What the exercise asks: List every line below containing "empty".

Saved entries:
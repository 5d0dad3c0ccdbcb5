"""Errors as RFC 9457 problem documents: type, title, status, detail, and what more helps to act."""

from collections.abc import Iterator
from http import HTTPStatus
from typing import Any

from django.core.exceptions import PermissionDenied
from django.http import Http404
from rest_framework.exceptions import APIException, ValidationError
from rest_framework.response import Response
from rest_framework.views import exception_handler, set_rollback

from labdata.errors import KerogateError

CONTENT_TYPE = "application/problem+json"
TYPE = "urn:kerogate:problem:"


def problem(status: int, code: str, detail: str, **more: Any) -> dict[str, Any]:
    """The document itself. ``code`` is stable for programs."""
    title = code.replace("_", " ").capitalize()
    return {"type": f"{TYPE}{code}", "title": title, "status": status, "detail": detail, "code": code, **more}


def problem_response(error: Exception, context: dict[str, Any]) -> Response | None:
    """Answer for an exception raised in a view; None lets Django report a bug as such."""
    if isinstance(error, KerogateError):
        set_rollback()
        where = {name: value for name, value in error.where.items() if name not in {"status", "type", "title"}}
        body = problem(
            error.status, error.code, str(error), **{**where, "message": error.message, "remedy": error.remedy}
        )
        return Response(body, status=error.status, content_type=CONTENT_TYPE)
    response = exception_handler(error, context)
    if response is None:
        return None
    response.data = _document(error, response.status_code)
    response.content_type = CONTENT_TYPE
    return response


def _document(error: Exception, status: int) -> dict[str, Any]:
    if isinstance(error, ValidationError):
        errors = dict(_by_field(error.detail, ""))
        said = " ".join(f"{field}: {' '.join(words)}" if field else " ".join(words) for field, words in errors.items())
        return problem(status, "invalid", said, errors=errors)
    if isinstance(error, Http404):
        return problem(status, "not_found", "There is nothing at this address.")
    if isinstance(error, PermissionDenied):
        return problem(status, "not_allowed", str(error) or "This is not allowed.")
    code = error.default_code if isinstance(error, APIException) else HTTPStatus(status).phrase
    detail = error.detail if isinstance(error, APIException) else str(error)
    return problem(status, str(code).lower().replace(" ", "_"), str(detail))


def _by_field(detail: Any, path: str) -> Iterator[tuple[str, list[str]]]:
    """Messages by the path of their field: ``decisions[3].verdict``."""
    if isinstance(detail, dict):
        for name, inner in detail.items():
            if name == "non_field_errors":
                yield from _by_field(inner, path)
            else:
                yield from _by_field(
                    inner, f"{path}.{name}".lstrip(".") if isinstance(name, str) else f"{path}[{name}]"
                )
    elif isinstance(detail, list) and any(isinstance(inner, dict | list) for inner in detail):
        for number, inner in enumerate(detail):
            yield from _by_field(inner, f"{path}[{number}]")
    elif isinstance(detail, list):
        if detail:
            yield path, [str(words) for words in detail]
    else:
        yield path, [str(detail)]
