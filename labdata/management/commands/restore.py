"""``manage.py restore DIR``: put a copy into an empty home."""

from pathlib import Path
from typing import Any

from django.conf import settings
from django.core.management.base import CommandParser

from labdata import backups
from labdata.management.commands._base import ServiceCommand
from labdata.supervisor.lock import home_lock


class Command(ServiceCommand):
    help = "Put a copy that `backup` made into an empty home folder; a damaged copy is refused."

    def arguments(self, parser: CommandParser) -> None:
        parser.add_argument("directory", type=Path, help="the folder that `backup` made")

    def answer(self, **options: Any) -> dict[str, Any]:
        with home_lock(settings.HOME):
            source = options["directory"].expanduser().absolute()
            return {"home": str(settings.HOME), **backups.restore(source)}

    def show(self, answer: dict[str, Any]) -> None:
        self.stdout.write(f"{len(answer['files'])} files of {answer['made_at']} restored to {answer['home']}.")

Response to this task:
"""``manage.py restore DIR``: put a copy into an empty home."""
    help = "Put a copy that `backup` made into an empty home folder; a damaged copy is refused."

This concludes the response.